I there, I'm new to all this but am looking to compete in miss figure competitions so any advice would be much appreciated  I have posted my diet & routine at the moment (about 5 weeks into this first program)

I don't really have a set diet but am naturally thin, I have breakfast (usually porridge or something similar) then an apple and cereal bar about 11 o clock then lunch about 1 consists of either baked potato & filling or rice, veg & chicken/fish and then dinner is also a good meal (varies day to day from spag bol to stir fry etc), I do try to have a yogurt most days too 

I train 3 times per week and have always been quite fit - used to do mostly cardio but now I've started weights. I do 10 mins running, 10 mins bike to warm up then 2x 10-12 reps 10kg weighted lunges, 2x 10-12 reps 20-25kg leg curl, 2x 10-12 reps 20kg leg extension, 2x 10-12 reps 5kg bicep curls, 2x 10-12 reps 10kg tricep dips, then all following one after the other 2x 10-12 reps 3kg laterals, alternate front shoulder raises, seated laterals, chest press and then choose 4 different ab exercises and do 30 reps of each x2. And I also attend a high intensity boxercise class once a week on top of gym 3 times a week 

Hope this all makes sense 

Thanks

Emma


----------



## missemma89 (May 23, 2011)

yes this routine is repeated 3 times a week, I have also managed to up the weight on leg extension to 25kg and leg curl to 30kg, and also all arm exercises to 5kg (instead of all the 3kg ones) hope that makes sense 

thanks


----------



## missuniverse (Dec 14, 2011)

hey emma where abouts are you at now with training and diet you still wanting to dip your toe competing wise ? x


----------



## missemma89 (May 23, 2011)

Hi, i have replied to my other thread but just thought id update my training as it's changed quite a bit now 

Arms:

ez bar curl - 3 sets @ 10 reps @ 5kg

laying dumbell extensions - 3 sets @ 10 reps @ 5kg

dumbell curl - 3 sets @ 10 reps @ 7.5kg (although managed to do 8 reps @ 10kg monday)
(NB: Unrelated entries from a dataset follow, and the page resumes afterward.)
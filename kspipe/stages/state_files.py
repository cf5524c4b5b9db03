"""The files that only the state of the gas reads: a map of linewidths and a finer map of gas."""

from __future__ import annotations

from dataclasses import asdict, replace
from typing import Any

import astropy.units as u
import numpy as np
from astropy.io import fits
from numpy.typing import NDArray

from kspipe.core.constants import FWHM_PER_SIGMA
from kspipe.core.errors import Fault, GridError, MapError, UnitError
from kspipe.kernels.geometry import beam_axes
from kspipe.maps import MapSource
from kspipe.maps.header import celestial_wcs
from kspipe.maps.read import load_map
from kspipe.maps.stored import StoredImage
from kspipe.matching import Grid, match_map
from kspipe.recipe import Recipe
from kspipe.recipe.gas_state import GasStateTable, LinewidthMap
from kspipe.relations.inside_beam import clumping_of_moments
from kspipe.relations.state import LINEWIDTH_SIZE, STATE, TURBULENCE
from kspipe.stages.folder import file_checksum, fingerprint

__all__ = ["finer_clumping", "linewidth_map", "state_files_print", "state_values"]

Array = NDArray[np.float64]


def state_files_print(recipe: Recipe) -> dict[str, str]:
    """Check the headers of both files and return checksums of their contents.

    Raises
    ------
    MapError
        If one of them cannot be used.
    """
    state = recipe.gas_state
    prints: dict[str, str] = {}
    if state is None:
        return prints
    if isinstance(state.linewidth, LinewidthMap):
        _linewidth_image(state.linewidth)
        prints["linewidth"] = file_checksum(state.linewidth.map)
    if state.finer_map is not None:
        source = _finer_source(recipe)
        request: dict[str, Any] = asdict(source.request)
        # Contents count, not where they lie.
        del request["file"], request["noise"]["file"]
        prints["how it is read"] = fingerprint(request)
        prints["finer map"] = file_checksum(source.request.file)
        if source.request.noise.file is not None:
            prints["noise of it"] = file_checksum(source.request.noise.file)
    return prints


def state_values(table: GasStateTable) -> dict[str, Any]:
    """Choices and formulas for a fingerprint; the files are in that of the reduction."""
    values = {
        key: getattr(table, key)
        for key in type(table).model_fields
        if key not in ("finer_map", "linewidth")
    }
    width = table.linewidth
    values["linewidth"] = [width.is_, width.error] if isinstance(width, LinewidthMap) else width
    values["records"] = [
        f"{record.key}: {record.formula}" for record in [*STATE, *TURBULENCE, *LINEWIDTH_SIZE]
    ]
    return values


def _linewidth_image(table: LinewidthMap) -> tuple[StoredImage, float]:
    """Find the image and its unit in km/s."""
    image = StoredImage.find(table.map, None)
    unit = str(image.header.get("BUNIT", ""))
    try:
        return image, float(u.Unit(unit).to(u.km / u.s))
    except (ValueError, TypeError, u.UnitConversionError):
        raise UnitError(
            Fault(
                f"gas_state.linewidth.map, {image}",
                f'its BUNIT is "{unit}"; expected a velocity',
                "write BUNIT = 'km/s' or 'm/s' into the header",
            )
        ) from None


def linewidth_map(table: LinewidthMap, grid: Grid) -> tuple[Array, list[str]]:
    """One-dimensional velocity dispersion on the grid [km/s], and how it came there.

    Interpolated linearly and not smoothed: a mean of linewidths is no linewidth of the mean.

    Raises
    ------
    GridError
        If the map does not reach the galaxy.
    """
    # Its imports cost a second, and few recipes need it.
    from reproject import reproject_interp  # noqa: PLC0415

    image, to_kms = _linewidth_image(table)
    where = f"gas_state.linewidth.map, {image}"
    hdu = fits.PrimaryHDU(image.read(), celestial_wcs(image.header, where).to_header())
    value, _ = reproject_interp(hdu, grid.wcs, shape_out=grid.shape, order="bilinear")
    if not np.isfinite(value).any():
        raise GridError(Fault("gas_state.linewidth.map", f"{image} does not reach the galaxy"))
    per_sigma = FWHM_PER_SIGMA if table.is_ == "fwhm" else 1.0
    story = f"linewidth: {image.file.name}, read as {table.is_}, interpolated, not smoothed"
    return np.asarray(value, dtype=float) * to_kms / per_sigma, [story]


def _finer_source(recipe: Recipe) -> MapSource:
    state, galaxy = recipe.gas_state, recipe.galaxy
    if state is None or state.finer_map is None:
        raise ValueError("the recipe has no finer map")
    try:
        return MapSource.open(
            state.finer_map.request("finer_map"),
            centre_deg=galaxy.centre.degrees,
            velocity_kms=galaxy.velocity.value if galaxy.velocity else None,
            velocity_convention=galaxy.velocity_convention,
        )
    except MapError as error:
        raise _at_its_key(error) from None


def _at_its_key(error: MapError) -> MapError:
    def moved(text: str) -> str:
        return text.replace("maps.finer_map", "gas_state.finer_map")

    return type(error)(
        *(Fault(moved(fault.where), moved(fault.what), moved(fault.do)) for fault in error.faults)
    )


def finer_clumping(recipe: Recipe, target_arcsec2: Array, grid: Grid) -> tuple[Array, list[str]]:
    """Clumping of a finer map inside the final beam, and how it came about.

    Parameters
    ----------
    recipe : Recipe
        With ``[gas_state.finer_map]``.
    target_arcsec2 : (2, 2) float64 array
        Covariance of the final beam.
    grid : Grid

    Returns
    -------
    clumping : (ny, nx) float64 array
        (<S^2> - <sigma^2>) / <S>^2; NaN where not covered or where the mean is not positive.
    history : list of str

    Raises
    ------
    MapError
        If the map cannot be used, or is not finer than the final beam.
    """
    source = _finer_source(recipe)
    try:
        sky = load_map(source)
        square = replace(sky, value=sky.value**2 - sky.error**2, noise=())
        mean, mean_square = (
            match_map(
                each, target_arcsec2, grid, minimum_coverage=recipe.grid.minimum_coverage
            ).value
            for each in (replace(sky, noise=()), square)
        )
    except MapError as error:
        raise _at_its_key(error) from None
    fwhm = beam_axes(sky.beam_arcsec2)[0]
    story = (
        f"clumping: (<S^2> - <sigma^2>)/<S>^2 over the final beam, from {source.image.file.name} "
        f"({sky.tracer}, {fwhm:.3g} arcsec = {fwhm * recipe.galaxy.pc_per_arcsec:.3g} pc); what is "
        "smaller than its beam is not seen"
    )
    return clumping_of_moments(mean, mean_square, 0.0), [story]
reverse grip pulldown into tricep pushdown - 3 sets @ 10 reps @ 25kg (managed to do 8 reps @ 30kg monday)

cable curls - 3 sets @ 10 reps @ 20kg

ez bar laying extension - x3 sets @ 10 reps @ just bar

forearm curls - 3 sets @ 10 reps @ 5kg

Legs & Shoulders:

dumbell raises - 3 sets @ 10 reps @ 7.5kg (recently changed from shoulder press - 3 sets @ 10 reps @ 7.5kg)
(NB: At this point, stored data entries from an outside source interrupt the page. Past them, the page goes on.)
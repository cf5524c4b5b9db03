"""Random errors of the state of the gas, which follows its column far from linearly."""

from __future__ import annotations

from collections.abc import Callable, Mapping
from typing import Final

import numpy as np
from numpy.typing import NDArray

from kspipe.kernels.noise import NoiseTerm, covariance, propagate, total_error
from kspipe.relations.state import Traced

__all__ = ["state_errors"]

Array = NDArray[np.float64]
Noise = Mapping[str, tuple[NoiseTerm, ...]]

# Less gas than none is as good as none; its depth must stay a number.
NO_GAS: Final = 1e-9
_GAS: Final = ("sigma_gas", "sigma_atom", "sigma_mol")


def state_errors(
    tell: Callable[[Mapping[str, Array]], Mapping[str, Traced]],
    inputs: Mapping[str, Array],
    noise: Noise,
    found: Mapping[str, Traced],
    shape: tuple[int, int],
) -> dict[str, Array]:
    """Half of the interval that holds 68 % of what noise does to each quantity.

    Parameters
    ----------
    tell : callable
        The state of the gas for other inputs.
    inputs : mapping of str to (ny, nx) float64 array
    noise : mapping of str to tuple of NoiseTerm
        Of the inputs that have any, ``sigma_gas`` among them.
    found : mapping of str to Traced
        What `tell` gives for the inputs.
    shape : (int, int)

    Returns
    -------
    dict of str to (ny, nx) float64 array
        NaN where there is no value.

    Notes
    -----
    A quantity that follows the gas in one direction has its 16th and 84th percentile at the gas
    one sigma below and above: no draws are needed. Inputs that share noise with the gas move with
    it, by their regression on it; what they have besides is added to first order. Where one of
    the two ends has no value, the other side stands for both.
    """
    sigma = total_error(noise["sigma_gas"])
    with np.errstate(invalid="ignore", divide="ignore"):
        along = {
            name: np.where(sigma > 0, covariance(terms, noise["sigma_gas"]) / sigma, 0.0)
            for name, terms in noise.items()
        }
    above, below = (tell(_moved(inputs, along, sign)) for sign in (1.0, -1.0))
    return {
        name: _error(traced, noise, along, above[name].value, below[name].value, shape)
        for name, traced in found.items()
    }


def _moved(
    inputs: Mapping[str, Array], along: Mapping[str, Array], sign: float
) -> dict[str, Array]:
    """Inputs at gas one sigma away; gas that there is stays at least none."""
    moved = dict(inputs)
    for name, step in along.items():
        there = inputs[name] + sign * step
        if name in _GAS:
            there = np.where(inputs[name] > 0, np.maximum(there, NO_GAS), there)
        moved[name] = np.asarray(there)
    return moved


def _error(
    traced: Traced,
    noise: Noise,
    along: Mapping[str, Array],
    above: Array,
    below: Array,
    shape: tuple[int, int],
) -> Array:
    slopes = {name: slope for name, slope in traced.slopes.items() if name in noise}
    if not slopes:
        return np.where(np.isfinite(np.broadcast_to(traced.value, shape)), 0.0, np.nan)
    linear = total_error(propagate({name: noise[name] for name in slopes}, slopes))
    along_gas = sum(slopes[name] * along[name] for name in slopes)
    besides = np.maximum(linear**2 - along_gas**2, 0.0)
    half = 0.5 * np.abs(above - below)
    half = np.where(np.isnan(half), np.abs(above - traced.value), half)
    half = np.where(np.isnan(half), np.abs(below - traced.value), half)
    half = np.where(np.isnan(half), np.abs(along_gas), half)
    error = np.broadcast_to(np.sqrt(half**2 + besides), shape)
    return np.where(np.isfinite(traced.value), error, np.nan)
squats (on smith machine) - x3 sets @ 10 reps @ 15kg

laterals - 3 sets @ 10 reps @ 7.5kg (recently changed from upright row - 3 sets @ 10 reps @ 15kg)
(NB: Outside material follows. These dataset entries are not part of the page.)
"""12 + log10(O/H) on the grid, by whichever of its ways the recipe gives it."""

from __future__ import annotations

import math
from dataclasses import replace
from typing import Final

import numpy as np
from numpy.typing import NDArray

from kspipe.conversions import (
    MASS_METALLICITY,
    STRONG_LINES,
    USUAL_SHIFT_DEX,
    AlphaCO,
    Field,
    anchor_shift_dex,
    combine,
    oh_from_gradient,
    oh_of_z_prime,
    scale_shift_dex,
)
from kspipe.core.constants import OH_SOLAR
from kspipe.core.errors import Fault, RecipeError
from kspipe.recipe import Recipe
from kspipe.recipe.metallicity_table import MetallicityTable
from kspipe.recipe.quantity import Measured
from kspipe.recipe.varying import constant_of
from kspipe.stages.place import Place, spread

__all__ = ["metallicity_of", "metallicity_warnings"]

Array = NDArray[np.float64]

WHERE: Final = "metallicity"


def metallicity_of(recipe: Recipe, place: Place) -> Field:
    """12 + log10(O/H) on the grid with its errors.

    Raises
    ------
    GridError
        If a map cannot be read or does not reach the galaxy.
    """
    table = recipe.metallicity
    if table.calibration is not None:
        made = _from_lines(table, place)
    elif table.relation is not None:
        made = _from_mass(recipe, place)
    elif table.z_prime is not None:
        anchor = str(table.solar)
        given = spread(table.z_prime, place, f"{WHERE}.z_prime")
        made = combine(lambda values: oh_of_z_prime(values["z"], anchor), {"z": given})
        made = _noted(
            made,
            f"Z' = 1 at {anchor}, so 12+log10(O/H) = {OH_SOLAR:g} has Z' = "
            f"{10 ** -anchor_shift_dex(anchor):.4g} on that anchor",
        )
    else:
        key = "map" if table.map is not None else "oh"
        quantity = table.abundance
        if quantity is None:
            raise RecipeError(Fault(WHERE, "gives no metallicity"))
        made = spread(quantity, place, WHERE if key == "map" else f"{WHERE}.oh")
        made = _with_gradient(made, recipe, place, 0.0)
    # On the grid, also where one number holds everywhere.
    return replace(made, value=np.broadcast_to(made.value, place.grid.shape).copy())


def _noted(field: Field, note: str) -> Field:
    return replace(field, notes=(*field.notes, f"{WHERE}: {note}"))


def _with_gradient(centre: Field, recipe: Recipe, place: Place, from_kpc: float) -> Field:
    slope, per = recipe.metallicity.slope
    if slope == 0.0:
        return centre
    slope /= recipe.galaxy.kpc_per(per)
    value = oh_from_gradient(place.radius_kpc - from_kpc, 0.0, slope)
    return replace(centre, value=np.asarray(centre.value + value))


def _from_lines(table: MetallicityTable, place: Place) -> Field:
    record = STRONG_LINES.get(table.calibration or "")
    lines = {
        name: spread(quantity, place, f"{WHERE}.lines.{name}")
        for name, quantity in (table.lines or {}).items()
    }
    made = combine(record, lines)
    outside = record.outside({name: field.value for name, field in lines.items()})
    if made.outside is not None:
        outside = outside | made.outside
    n = int(np.sum(outside))
    told = f"; {n} pixels outside its range, flagged outside_range" if n else ""
    return _noted(replace(made, outside=outside), record.sentence + told)


def _from_mass(recipe: Recipe, place: Place) -> Field:
    table = recipe.metallicity
    record = MASS_METALLICITY.get(table.relation or "")
    mass = table.stellar_mass or Measured(math.nan, 0.0, "")
    made = combine(
        lambda values: record(np.log10(values["mass"])),
        {"mass": spread(mass, place, f"{WHERE}.stellar_mass")},
    )
    at_r_e = record.place == "effective radius" and table.gradient is not None
    from_kpc = recipe.galaxy.kpc_per("r_e") if at_r_e else 0.0
    made = _with_gradient(made, recipe, place, from_kpc)
    return _noted(made, f"by the galaxy's stellar mass {mass}, {record.place}: {record.sentence}")


def metallicity_warnings(recipe: Recipe, alpha_co: AlphaCO | None) -> list[str]:
    """What to beware of: another scale or anchor than alpha_CO wants, or a fallback."""
    table, told = recipe.metallicity, []
    if table.relation is not None:
        told.append(
            f"metallicity.relation {table.relation}: one number for the whole galaxy from its "
            "stellar mass, a fallback; galaxies of one mass scatter by about 0.1 dex (common "
            "practice)"
        )
    shift = anchor_shift_dex(table.solar) if table.solar else 0.0
    if shift:
        told.append(
            f'metallicity.solar "{table.solar}": Z\' is taken to the anchor {OH_SOLAR:g} of the '
            f"records, log10 Z' shifts by {shift:+.3f} dex"
        )
    given = table.oh_scale
    if alpha_co is None or alpha_co.oh_scale is None or given in (alpha_co.oh_scale, "not stated"):
        return told
    oh = constant_of(table.oh) or OH_SOLAR
    size = scale_shift_dex(given, alpha_co.oh_scale, oh)
    words = (
        f"{size:+.2f} dex at {oh:g}"
        if size is not None
        else "usually {:g} to {:g} dex (common practice)".format(*USUAL_SHIFT_DEX)
    )
    told.append(
        f'metallicity.scale "{given}": "{alpha_co.key}" is tied to {alpha_co.oh_scale}, a shift of '
        f"{words}; 12+log10(O/H) is used as it is"
    )
    return told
calf raises - 3 sets @ 10 reps @ 40kg

shrugs - 3 sets @ 10 reps @ 15kg

leg curl - 3 sets @ 10 reps @ 35kg

Chest & Back:

dumbell press - 3 sets @ 10 reps @ 12.5kg

lat pull downs - 2 sets @ 10 reps @ 30kg & 1 set @ 10 reps @ 37.5kg

incline flys - x3 sets @ 8 reps @ 12.5kg

one arm dumbell row - 3 sets @ 8 reps @ 15kg

cable flys - x3 sets @ 10 reps @ 15kg

medium grip pulldowns - x3 sets @ 10 reps @ 30kg

I also add on 5/6 ab exercises at the end of each session and still attend the boxercise class one a week

I am still very much looking to compete, have already seen huge changes in myself but still not really competition level

Hope this helps 

Emma


----------